Antibiotic resistance has become a major problem in the treatment of salmonellosis. The selective pressure of anti-microbial resistance appears to be responsible for the emergence of a new clone of S. typhimurium in parts of Africa that appears to be more host-adapted to humans and is the cause of serious systemic disease. The genomic analysis of these African strains in comparison to S. typhi and food-borne S. typhimurium reveals interesting insights into the evolution of Salmonella host adaptation.

Robert Palermo, Ph.D.
Principal Research Scientist
Department of Microbiology
School of Medicine
University of Washington

"Functional Genomics Studies in Non-Human Primate Models of AIDS Pathogenesis and Immunity"
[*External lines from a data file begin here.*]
extern "C" int LLVMFuzzerTestOneInput(const uint8_t *data, size_t size) {
    FuzzedDataProvider p(data, size);
    const int which = p.ConsumeIntegralInRange<int>(0, static_cast<int>(cto_function_count()) + 1);
    if (which == static_cast<int>(cto_function_count()) + 1) {
        fuzz_range(p);
        return 0;
    }
    if (which == static_cast<int>(cto_function_count()) || which == 7) {
        fuzz_solve(p);
        if (which == 7) {
            // also the table entry for solve
        } else {
            return 0;
        }
    }
    const cto_function_info *f = cto_function_at(static_cast<size_t>(which));
    double a[CTO_MAX_ARGS];
    int64_t n[8];
    for (double &x : a) x = pick_double(p);
    for (int64_t &x : n) x = pick_int(p);
    n[2] = p.ConsumeIntegralInRange<int>(-1, 2);  // a choice, sometimes out of range
    double named_outs[CTO_MAX_OUTPUTS];
    for (double &o : named_outs) o = sentinel();
    double &named_out = named_outs[0];
    int64_t nt[CTO_MAX_ARGS];
    double g[CTO_MAX_ARGS];
    typed_args(f, a, n, nt, g);
    bool found = false;
    const int named = call_named(f->id, a, nt, named_outs, &found);
    if (!found && !is_adapter(f->id)) finding("no named function in the dispatch", f->name);
    double outs[CTO_MAX_OUTPUTS];
    for (double &o : outs) o = sentinel();
    int bad = -2;
    const int generic = cto_call(f->id, g, outs, &bad);
    check_status(generic, f->name);
    for (int k = 0; k < f->n_outputs; ++k)
        if (is_sentinel(outs[k])) finding("generic output not written", f->name);
    check_out(generic, outs[0], f->name, no_deal_nan(f->id));
    if (generic == CTO_E_INVALID && (bad < 0 || bad >= f->n_args)) finding("no bad argument named", f->name);
    if (generic != CTO_E_INVALID && bad != -1) finding("bad argument named without invalid", f->name);
    // The reason in words: the same status, a NUL-terminated text within the buffer.
    char reason[96];
    std::memset(reason, 'x', sizeof reason);
    if (cto_explain(f->id, g, reason, sizeof reason) != generic) finding("explain status differs", f->name);
    if (std::memchr(reason, '\0', sizeof reason) == nullptr) finding("explain text not terminated", f->name);
    // Counts beyond 2^53 have no exact double: the two paths then see different numbers.
    bool exact_counts = true;
    for (int j = 0; j < f->n_args; ++j)
        if (f->args[j].kind == CTO_ARG_COUNT &&
            std::llabs(nt[j] == INT64_MIN ? INT64_MAX : nt[j]) > (int64_t(1) << 53))
            exact_counts = false;
    if (named >= 0) check_out(named, named_out, f->name, no_deal_nan(f->id));
    if (named >= 0 && exact_counts) {
        if (named != generic) finding("named and generic statuses differ", f->name);
        if (std::memcmp(&named_out, &outs[0], sizeof(double)) != 0 &&
            !(std::isnan(named_out) && std::isnan(outs[0])))
            finding("named and generic values differ", f->name);
    }
    // The strided entry point over three elements, the middle one broadcast.
    const char *args[CTO_MAX_ARGS];
    ptrdiff_t strides[CTO_MAX_ARGS];
    double col[CTO_MAX_ARGS][3];
    for (int j = 0; j < f->n_args; ++j) {
        col[j][0] = col[j][1] = col[j][2] = g[j];
        args[j] = reinterpret_cast<const char *>(col[j]);
        strides[j] = (j % 2) ? 0 : static_cast<ptrdiff_t>(sizeof(double));
    }
    double so[CTO_MAX_OUTPUTS][3];
    char *optr[CTO_MAX_OUTPUTS];
    ptrdiff_t ostr[CTO_MAX_OUTPUTS];
    for (int k = 0; k < f->n_outputs; ++k) {
        so[k][0] = so[k][1] = so[k][2] = sentinel();
        optr[k] = reinterpret_cast<char *>(so[k]);
        ostr[k] = sizeof(double);
    }
    signed char sts[3] = {-9, -9, -9};
    cto_batch_report rep;
    rep.size = sizeof rep;
    if (cto_call_strided(f->id, 3, args, strides, optr, ostr, sts, 1, &rep) != CTO_OK)
        finding("strided call refused", f->name);
    for (int i = 0; i < 3; ++i) {
        if (sts[i] != generic) finding("strided status differs", f->name);
        for (int k = 0; k < f->n_outputs; ++k)
            if (std::memcmp(&so[k][i], &outs[k], sizeof(double)) != 0 &&
                !(std::isnan(so[k][i]) && std::isnan(outs[k])))
                finding("strided value differs", f->name);
    }
    if (rep.count[generic] != 3) finding("report count wrong", f->name);
    // share has a vectorised block path (lib/src/blocks.cpp) for blocks of 256 elements
    // that all come out ok: a full block of this input must give the scalar result.
    if (std::strcmp(f->name, "share") == 0) {
        constexpr int kBlock = 256;
        static double bcol[4][kBlock], bout[kBlock];
        const char *bargs[4];
        const ptrdiff_t bstr[4] = {sizeof(double), sizeof(double), sizeof(double),
                                   sizeof(double)};
        for (int j = 0; j < 4; ++j) {
            for (int i = 0; i < kBlock; ++i) bcol[j][i] = g[j];
            bargs[j] = reinterpret_cast<const char *>(bcol[j]);
        }
        char *bptr[1] = {reinterpret_cast<char *>(bout)};
        const ptrdiff_t bostr[1] = {sizeof(double)};
        cto_batch_report brep;
        brep.size = sizeof brep;
        if (cto_call_strided(f->id, kBlock, bargs, bstr, bptr, bostr, nullptr, 0, &brep) != CTO_OK)
            finding("block call refused", f->name);
        if (brep.count[generic] != kBlock) finding("block report count wrong", f->name);
        for (int i = 0; i < kBlock; ++i)
            if (std::memcmp(&bout[i], &outs[0], sizeof(double)) != 0 &&
                !(std::isnan(bout[i]) && std::isnan(outs[0])))
                finding("block value differs", f->name);
    }
    return 0;
}
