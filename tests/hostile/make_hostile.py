#!/usr/bin/env python3
"""Writes tests/hostile/hostile.fods: more than 10,000 DEAL... calls with hostile
arguments, each with its expected value or expected Calc error code.

  .venv/bin/python tests/hostile/make_hostile.py [--out FILE]

The sheet (about 12 MB) is not committed: scripts/test.d/50-hostile.sh writes it
afresh into a temporary folder; it is deterministic (seeded).  The counteroffer package is NOT used: expected values come
from the published closed forms below, evaluated with mpmath at 50 digits; expected
errors from the documented rules:

* argument kinds and domains: lib/include/counteroffer/counteroffer.h (CTO_ARG_*:
  unit [0,1], nonneg >= 0, positive > 0, bool 0/1, count whole >= min within int64,
  choice an index or its text) and CATALOGUE.md "What every function must do with bad
  input";
* status -> Calc error: addin/README.md "Error values" (invalid -> Err:502 (502),
  no deal -> #N/A (32767), indeterminate -> #NUM! (503), no convergence -> Err:523);
* argument values: addin/README.md "Argument values" (text where a number is needed is
  Err:502; booleans TRUE/FALSE, 1/0 or "true"/"false"; choices as text in any case or
  their index; an empty cell referred to alone reaches the add-in as 0, Calc 7.4
  limitation; inside a range an empty cell of a required argument is Err:502);
  addin/README.md "Whole columns" (ranges of another shape: Err:502; a 1x1 range
  applies to every element);
* Calc 7.4's own behaviour, observed on this office and marked "Calc 7.4 (observed)":
  an error value in an argument is passed on unchanged (#DIV/0! 532, #N/A 32767,
  Err:502 of SQRT(-1), #REF! 524); a range holding an error cell makes the whole
  call Err:504; a wrong number of arguments is Err:504; cells of a matrix formula
  outside the result are #N/A; an array result in a plain (non-matrix) cell shows its
  top-left element.

Results are model estimates under the stated assumptions, not financial, legal or tax
advice.  This sheet is test data only.
"""
import argparse
import math
import os
import random
import sys

import mpmath as mp

HERE = os.path.dirname(os.path.abspath(__file__))
sys.path.insert(0, HERE)
import fods  # noqa: E402

mp.mp.dps = 50
OUT = os.path.join(os.environ.get("TMPDIR", "/tmp"), "cto_hostile.fods")
DBL_MAX = 1.7976931348623157e308

# Error values (addin/README.md "Error values"; Calc's error numbers).
E_INVALID, E_NODEAL, E_INDET, E_PARAM = 502, 32767, 503, 504
NAMES = {502: "Err:502", 32767: "#N/A", 503: "#NUM!", 523: "Err:523", 504: "Err:504",
         532: "#DIV/0!", 524: "#REF!", -1: "any error"}

# Argument kinds (counteroffer.h CTO_ARG_*).
REAL, UNIT, NONNEG, POS, BOOL, COUNT, CHOICE, OPTIONAL = range(8)
INT64 = 2.0 ** 63
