/*
 * counteroffer/complete.h -- the complete-information models: discounting, alternating offers and their extensions (breakdown, walk-away and status-quo options, the combined model, deadlines, fixed costs), Nash bargaining and risk aversion, more than two parties, inverse problems, two-period screening.
 * A part of the public interface: include counteroffer/counteroffer.h, which includes
 * every part inside its extern "C" block.
 */
#ifndef COUNTEROFFER_COMPLETE_H
#define COUNTEROFFER_COMPLETE_H

#ifndef COUNTEROFFER_COUNTEROFFER_H
#error "include counteroffer/counteroffer.h, not its parts"
#endif

/* =========================================================================
 * Discounting
 * ========================================================================= */

/*! cto_round_factor: per-round discount factor from an annual rate.
 *  Formula: annual effective (continuous = 0): factor = (1 + rate)^(-days/basis)
 *           = exp(-log1p(rate) * days / basis);
 *           continuous (continuous != 0): factor = exp(-rate * days / basis).
 *  Source: standard compounding (common practice, no source); used as
 *          delta = exp(-r Delta) in Rubinstein (1982) s.1 and Muthoo (1999) s.3.2.
 *  rate   annual rate, fraction per year (0.08 = 8%), >= 0, finite
 *  days   time between offers, days, >= 0, finite
 *  basis  days per year, > 0 (365 by convention)
 *  Status: CTO_OK -> factor in [0, 1]; CTO_E_INVALID -> NaN.
 *  Accuracy: <= 1 ulp beyond the rounding of exp and log1p (relative 2e-16). */
CTO_API int cto_round_factor(double rate, double days, double basis, int continuous,
                             double *out);

/* =========================================================================
 * Alternating offers (Rubinstein 1982)
 * ========================================================================= */

/*! cto_share: own share, alternating offers, infinite horizon.
 *  Formula (Rubinstein 1982, main theorem; Muthoo 1999 ch.3), with
 *  d_own = own_factor and d_oth = other_factor:
 *    own opens:    surplus (1 - d_oth) / (1 - d_own d_oth)
 *    other opens:  surplus d_own (1 - d_oth) / (1 - d_own d_oth)
 *  1 - d_own d_oth is computed as (1 - d_own) + d_own (1 - d_oth), free of cancellation.
 *  own_factor, other_factor  per-round discount factors in [0, 1]
 *  surplus    money to split, finite; own_opens  own makes the first offer
 *  Status: CTO_OK -> share in [0, surplus];
 *          CTO_E_NO_DEAL (surplus <= 0) -> 0;
 *          CTO_E_INDETERMINATE (both factors 1: every split is an equilibrium) -> NaN;
 *          CTO_E_INVALID -> NaN.
 *  One factor 1 is allowed: the infinitely patient side takes everything
 *  (docs/models/complete-information.md s.1, edge cases).  Both 0 is the ultimatum game (the opener takes all).
 *  Accuracy: relative error < 1e-15. */
CTO_API int cto_share(double own_factor, double other_factor, double surplus,
                      int own_opens, double *out);

/*! cto_share_from_rates: cto_share with factors from annual rates, cancellation-free.
 *  Formula: rho_i = c(rate_i) days / basis, c(R) = log1p(R) (annual effective) or
 *    R (continuous); own opens: surplus expm1(-rho_oth) / expm1(-(rho_own + rho_oth));
 *    other opens: surplus exp(-rho_own) expm1(-rho_oth) / expm1(-(rho_own + rho_oth)).
 *  Source: Rubinstein (1982); Muthoo (1999) s.3.2 (delta = exp(-r Delta)).
 *  own_rate, other_rate  annual rates, >= 0; days  time between offers, >= 0
 *  basis  days per year, > 0; continuous  rates are continuously compounded
 *  Status: as cto_share; CTO_E_INDETERMINATE when rho_own = rho_oth = 0 (both
 *  rates 0, or days = 0: use cto_limit_share for the frequent-offer limit).
 *  Accuracy: relative error < 1e-15, also with offers seconds apart. */
CTO_API int cto_share_from_rates(double own_rate, double other_rate, double days,
                                 double surplus, int own_opens, double basis,
                                 int continuous, double *out);

/*! cto_limit_share: own share as offers become infinitely frequent.
 *  Formula: surplus other_rate / (own_rate + other_rate)   (the limit of
 *  cto_share_from_rates with continuous = 1 as days -> 0; for annual effective
 *  rates R pass log1p(R)).
 *  Source: Binmore, Rubinstein & Wolinsky (1986); Muthoo (1999) ch.3.
 *  own_rate, other_rate  continuously compounded rates, >= 0 (any common unit)
 *  Status: CTO_OK; CTO_E_NO_DEAL (surplus <= 0) -> 0;
 *          CTO_E_INDETERMINATE (both rates 0) -> NaN; CTO_E_INVALID -> NaN.
 *  Accuracy: 1 rounding in the quotient (relative 2.2e-16) and 1 in the product. */
CTO_API int cto_limit_share(double own_rate, double other_rate, double surplus,
                            double *out);

/*! cto_breakdown_share: own share with a risk that talks break down for good.
 *  Model (BRW 1986; Muthoo 1999 ch.4; timing of docs/models/complete-information.md s.4): after each
 *  rejection, with probability p talks end and each side gets its fallback b_i at
 *  once; otherwise the rejecter counter-offers next round.  With
 *  alpha_i = (1 - p) d_i and the no-deal value d_i^0 = p b_i / (1 - alpha_i)
 *  (the expected present value of waiting for breakdown), the opener gets
 *      d_open^0 + (surplus - d_own^0 - d_oth^0) (1 - alpha_resp) / (1 - alpha_own alpha_oth)
 *  which equals the x* of docs/models/complete-information.md s.4 and, with d = 1, its
 *  b_A + (S - b_A - b_B)/(2 - p).
 *  own_factor, other_factor in [0, 1]; breakdown_prob p in [0, 1];
 *  own_fallback, other_fallback: money each side gets on breakdown, finite.
 *  It is cto_solve with no status quo and no walk-away options, and agrees with it
 *  bit for bit.
 *  Status: CTO_OK; CTO_E_NO_DEAL (surplus <= d_own^0 + d_oth^0: perpetual
 *          disagreement) -> d_own^0;
 *          CTO_E_INDETERMINATE (p = 0 and both factors 1) -> NaN; CTO_E_INVALID.
 *  Accuracy: relative error < 1e-15 of the share above the no-deal value. */
CTO_API int cto_breakdown_share(double own_factor, double other_factor,
                                double breakdown_prob, double own_fallback,
                                double other_fallback, double surplus, int own_opens,
                                double *out);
Macaque/SIV models remain the benchmark system for preliminary evaluation of new strategies for HIV vaccines, yet functional genomics tools have found little application in this area. In light of the outstanding challenges in determining good correlates of immunity for such vaccines, we proposed using global transcriptional expression profiling of whole blood as a characterization technique in these non-human primate (NHP) trials. We present the results from one such project in a vaccine trial that employed replicating adenovirus vectors encoding SIV immunogens, with or without protein boosts. Pre-challenge, we see expression features that distinguish the most protected from the other analyzed treatment groups. We also describe the evolution of the expression patterns from peak viremia to set point, where the expression profiles suggest quite different immunological states to the vaccinated animals despite very similar levels of viral control.
We have also applied gene expression profiling to explore differences following lentiviral infection in natural vs non-natural NHP hosts. African Green Monkeys infected with SIVagm.sab support very high levels of viral replication, but have no evident long-term pathology. Pig-tail macaques infected with this same virus are subject to chronic inflammation and AIDS-like immune exhaustion. Gene expression profiling reveals quite distinct kinetics and compartmentalization to the immune and inflammatory responses for the two species, indicating unexpected complexity in how the natural host establishes a commensal infection.